Making Large Language Models Better Reasoners with Orchestrated Streaming Experiences
Liu, Xiangyang, He, Junliang, Qiu, Xipeng
Large language models (LLMs) can perform complex reasoning by generating intermediate thoughts under zero-shot or few-shot settings. However, zero-shot prompting always encounters low performance, and the superior performance of few-shot prompting hinges on the manual-crafted demonstrations. In this paper, we present RoSE (Reasoning with Orchestrated Streaming Experiences), a general framework for solving reasoning tasks that can self-improve without complex external efforts. To enable RoSE, we describe an architecture that extends an LLM to store all answered questions and their thoughts in a streaming experience pool then orchestrates helpful questions from the pool to assist in answering new questions.
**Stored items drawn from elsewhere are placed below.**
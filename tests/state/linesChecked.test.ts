// Exports and runs on the numbers wait for the long lines' self-crossing checks (src/state/linesChecked.ts), then
// read the analysis again, so a line found to cross itself is left out, with the reason, as the pane shows it.
// "Crosses" is checked independently with @turf/kinks (a general-purpose library from the registry); the other
// horizons are the forward model of tests/fixtures/forwardModel/forwardModel.ts (docs/method.md §Forward models).
import { lineString } from '@turf/helpers';
import kinks from '@turf/kinks';
import { afterEach, beforeEach, describe, expect, it } from 'vitest';
import { sweepSelfCrossing } from '../../src/core/geometry/sweepSelfCrossing';
import type { ProjectDoc } from '../../src/core/model/projectDoc';
import { moveVertex } from '../../src/core/model/commands/moveVertex';
import type { SelfCrossingReply, SelfCrossingRequest } from '../../src/io/workers/selfCrossing.worker';
import { resultsCsv, sectionFileText } from '../../src/io/exportTables';
import { renderSectionSvgParts } from '../../src/io/renderSectionSvg';
import { resultsTsv } from '../../src/panels/interpretation/resultsTsv';
import { startCrossingChecks, stopCrossingChecks, useCrossingChecks, type CrossingWorker } from '../../src/state/crossingChecks';
import { useDocStore } from '../../src/state/docStore';
import { afterLinesChecked, linesChecked, pendingLineChecks } from '../../src/state/linesChecked';
import { selectAnalysis } from '../../src/state/selectors';
import { useSessionStore } from '../../src/state/sessionStore';
import { forwardModelDoc, px } from '../fixtures/forwardModel/forwardModel';

/** A steep limb of n vertices between the pins (z falls at every vertex), offset by `shift` m so each test has lines of its own; `loop` throws a stretch back across it. */
function limbLine(n: number, loop: boolean, shift: number): [number, number][] {
  const line: [number, number][] = [[-800, -2500], [1000 + shift, -2500]];
  for (let i = 1; i <= n; i++) line.push([1000 + shift + (500 * i) / n + 0.3 * Math.sin(i * 0.7), -2500 - (1500 * i) / (n + 1)]);
  if (loop) {
    const m = 2 + Math.floor(n / 2);
    line[m] = [line[m - 2][0] - 5, line[m - 3][1] + 1];
    line[m + 1] = [line[m - 2][0] + 5, line[m + 1][1]];
  }
  line.push([10_800, -4000]);
  return line;
}

/** Four horizons of the forward model (D = 1000 m, detachment at −3500 m) and the steep limb "Limb". */
function doc(limb: [number, number][]): ProjectDoc {
  const d = forwardModelDoc();
  d.horizons.push({ id: 'limb', name: 'Limb', colour: '#000000', visible: true, locked: false, projected: [], joins: [], pointsPx: limb.map(([x, z]) => px(x, z)) });
  d.scenarios[0].regionals.limb = [px(-800, -2500), px(10_800, -2500)];
  return d;
}

/** Stands in for the worker: holds what it is sent until told to answer (as the worker does, with sweepSelfCrossing). */
class HeldWorker implements CrossingWorker {
  onmessage: ((e: MessageEvent<SelfCrossingReply>) => void) | null = null;
  onerror: ((e: ErrorEvent) => void) | null = null;
  held: SelfCrossingRequest[] = [];
  postMessage(m: SelfCrossingRequest): void { this.held.push(m); }
  terminate(): void {}
  /** Answers the first `count` lines held (default all). */
  answer(count = this.held.length): void {
    for (const r of this.held.splice(0, count)) this.onmessage?.({ data: { key: r.key, verdict: sweepSelfCrossing(r.xs, r.zs) } } as MessageEvent<SelfCrossingReply>);
  }
}

const settled = async () => { for (let i = 0; i < 5; i++) await Promise.resolve(); };
/** Whether the promise has resolved yet, and to what. */
function watch<T>(p: Promise<T>): { done: boolean; value?: T } {
  const w: { done: boolean; value?: T } = { done: false };
  void p.then((v) => { w.done = true; w.value = v; });
  return w;
}

let worker: HeldWorker;
let shift = 0;
beforeEach(() => {
  worker = new HeldWorker();
  startCrossingChecks(() => worker);
  shift += 7;
});
afterEach(() => {
  stopCrossingChecks();
  useSessionStore.getState().setBusy(null);
});

describe('linesChecked: exports wait for the long lines’ self-crossing checks', () => {
  it('the test limb crosses itself and its unlooped twin does not (turf kinks)', () => {
    const kinked = (l: [number, number][]) => kinks(lineString(l)).features.length > 0;
    expect(kinked(limbLine(3000, true, 0))).toBe(true);
    expect(kinked(limbLine(3000, false, 0))).toBe(false);
  });

  it('holds until the verdict, then gives the numbers with the crossing limb left out and its reason', async () => {
    useDocStore.getState().replace(doc(limbLine(3000, true, shift)));
    // Without the wait the numbers would carry the limb: it is measured meanwhile, in the table as a horizon.
    expect(pendingLineChecks('active')).toBe(1);
    const early = resultsCsv(useDocStore.getState().doc, selectAnalysis(useDocStore.getState().doc))!;
    expect(early).toMatch(/^Limb,/m);
    expect(early).not.toMatch(/# left out/);

    const waited = watch(linesChecked('active'));
    await settled();
    expect(waited.done).toBe(false);
    worker.answer();
    await settled();
    expect(waited.value).toBe(true);
    const d = useDocStore.getState().doc;
    const a = selectAnalysis(d);
    expect(a.leftOut.map((h) => h.name)).toEqual(['Limb']);
    expect(a.leftOut[0].reason).toMatch(/crosses itself between the pins \(segments \d+–\d+ and \d+–\d+ cross/);
    const csv = resultsCsv(d, a)!;
    expect(csv).not.toMatch(/^Limb,/m);
    expect(csv).toContain(`# left out,Limb — ${a.leftOut[0].reason}`);
    // The same words in the copied table, the figure and the section file for the command line (without the limb).
    expect(a.outcome?.ok && resultsTsv(a.outcome.analysis, 'Base', a.leftOut)).toContain(`Left out\tLimb — ${a.leftOut[0].reason}`);
    expect(renderSectionSvgParts({ doc: d, analysis: a, date: '2026-01-01' }).over).toContain('Left out of the analysis: Limb — ');
    const file = sectionFileText(a);
    expect(file.ok && JSON.parse(file.text)).toMatchObject({ leftOut: [{ name: 'Limb', reason: a.leftOut[0].reason }] });
    expect(file.ok && (JSON.parse(file.text) as { horizons: { name: string }[] }).horizons.map((h) => h.name)).toEqual(['H1', 'H2', 'H3', 'H4']);
    // The four horizons left are the forward model's line: D = 1000 m, detachment 3000 m below −500 m.
    expect(a.outcome?.ok && a.outcome.analysis.areaDepth?.detachmentDepth).toBeCloseTo(3000, 6);
    expect(useCrossingChecks.getState()).toMatchObject({ pending: 0, answered: 1 });
  });

  it('answers at once when nothing is pending, and a line that does not cross stays in', async () => {
    useDocStore.getState().replace(doc(limbLine(3000, false, shift)));
    const first = watch(linesChecked('active'));
    await settled();
    expect(first.done).toBe(false);
    worker.answer();
    await settled();
    expect(first.value).toBe(true);
    expect(await linesChecked('active')).toBe(true);
    expect(selectAnalysis(useDocStore.getState().doc).leftOut).toEqual([]);
    expect(worker.held).toHaveLength(0);
  });

  it('waits for a line edited during the wait as well', async () => {
    useDocStore.getState().replace(doc(limbLine(3000, false, shift)));
    const waited = watch(linesChecked('active'));
    await settled();
    // An edit meanwhile makes a new line (the pane analyses it at once, which hands it out).
    useDocStore.getState().apply((d) => moveVertex(d, 'limb', 1500, px(1250 + shift, -3000)));
    selectAnalysis(useDocStore.getState().doc);
    expect(useCrossingChecks.getState().pending).toBe(2);
    // The line before the edit answers first: the wait goes on for the edited one.
    worker.answer(1);
    await settled();
    expect(waited.done).toBe(false);
    expect(useCrossingChecks.getState().pending).toBe(1);
    worker.answer();
    await settled();
    expect(waited.value).toBe(true);
  });

  it('is cancelled by its signal, and says nothing was exported', async () => {
    useDocStore.getState().replace(doc(limbLine(3000, true, shift)));
    const gate = watch(afterLinesChecked('The SVG'));
    await settled();
    const session = useSessionStore.getState();
    expect(session.busy).toMatch(/^Checking lines… The SVG waits for the self-crossing check of the long lines\.$/);
    expect(session.busyCancel).not.toBeNull();
    session.busyCancel!();
    await settled();
    expect(gate.value).toBe(false);
    expect(useSessionStore.getState().busy).toBeNull();
    expect(useSessionStore.getState().message?.text).toMatch(/The SVG was cancelled while the lines were being checked; nothing was exported/);
  });

  it('tests the held lines here when the worker fails, so a wait always ends', async () => {
    useDocStore.getState().replace(doc(limbLine(3000, true, shift)));
    const waited = watch(linesChecked('active'));
    await settled();
    expect(waited.done).toBe(false);
    worker.onerror?.({} as ErrorEvent);
    await settled();
    expect(waited.value).toBe(true);
    expect(selectAnalysis(useDocStore.getState().doc).leftOut.map((h) => h.name)).toEqual(['Limb']);
  });
});
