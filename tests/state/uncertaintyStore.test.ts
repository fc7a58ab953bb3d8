// The session store of uncertainty results: a result is kept with the key of the section it was run
// on, and is stale as soon as anything the analysis reads has changed (journey P2 #1).
import { beforeEach, describe, expect, it } from 'vitest';
import type { Section } from '../../src/core/model/section';
import { isStale, sectionKey } from '../../src/core/model/sectionKey';
import { useUncertaintyStore } from '../../src/state/uncertaintyStore';
import type { MonteCarloRecord } from '../../src/core/analysis/monteCarloRecord';
import { methodExample } from '../core/analysis/sections';

const clone = (s: Section): Section => JSON.parse(JSON.stringify(s)) as Section;

function record(section: Section, p50: number): MonteCarloRecord {
  return {
    sectionKey: sectionKey(section), units: 'm', seed: 1, runs: 2000, method: 'analytic',
    sigmas: { vertex: 10, offset: 20, perHorizonOffset: 0, tiltPerThousand: 0, scalePercent: 0 }, referenceElevation: 0,
    depth: { p10: p50 - 100, p50, p90: p50 + 100 }, elevation: { p10: -p50 - 100, p50: -p50, p90: -p50 + 100 },
    displacement: { p10: 900, p50: 1000, p90: 1100 }, depthSd: 80, failedShare: 0, finishedAt: 0, depths: new Float64Array([p50]), pointDepth: p50,
  };
}

describe('useUncertaintyStore', () => {
  beforeEach(() => useUncertaintyStore.getState().clear());

  it('keeps the last Monte Carlo result per scenario, stale once the section changes', () => {
    const s = methodExample();
    const { setMonteCarlo } = useUncertaintyStore.getState();
    setMonteCarlo('scenario-1', record(s, 3000));
    setMonteCarlo('scenario-2', record(s, 2500));
    setMonteCarlo('scenario-1', record(s, 3100));
    const { byScenario } = useUncertaintyStore.getState();
    expect(byScenario['scenario-1'].depth!.p50).toBe(3100);
    expect(byScenario['scenario-2'].depth!.p50).toBe(2500);
    expect(isStale(byScenario['scenario-1'], clone(s))).toBe(false);
    const moved = clone(s);
    moved.horizons.forEach((h) => h.regional.forEach((p) => { p[1] += 10; }));
    expect(isStale(byScenario['scenario-1'], moved)).toBe(true);
  });

  it('keeps the amplification, and leaves the store as it is when nothing changed', () => {
    const s = methodExample();
    const { setAmplification } = useUncertaintyStore.getState();
    // METHOD.md synthetic example: 1 + W0/D = 1 + 10 000 / 1000 = 11.
    setAmplification('scenario-1', { sectionKey: sectionKey(s), amplification: 11, pinWidth: 10_000, displacement: 1000 });
    const before = useUncertaintyStore.getState().amplificationByScenario;
    setAmplification('scenario-1', { sectionKey: sectionKey(s), amplification: 11, pinWidth: 10_000, displacement: 1000 });
    expect(useUncertaintyStore.getState().amplificationByScenario).toBe(before);
    expect(before['scenario-1'].amplification).toBe(11);
  });
});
To set up a question-aware orchestration mechanism, RoSE first calculates the similarity of each question in the pool with a new test question. Since the solution to each answered question is not always correct, RoSE will sort the questions according to their similarity with the new question, and then uniformly divide them into multiple buckets. It finally extracts one question from each bucket to make these extracted questions more diverse. To make these extracted questions help RoSE answer new questions as much as possible, we introduce two other attributes of uncertainty and complexity for each question. RoSE will preferentially select the questions with low uncertainty and high complexity from each bucket. We evaluate the versatility of RoSE in various reasoning tasks, LLMs, and CoT methods.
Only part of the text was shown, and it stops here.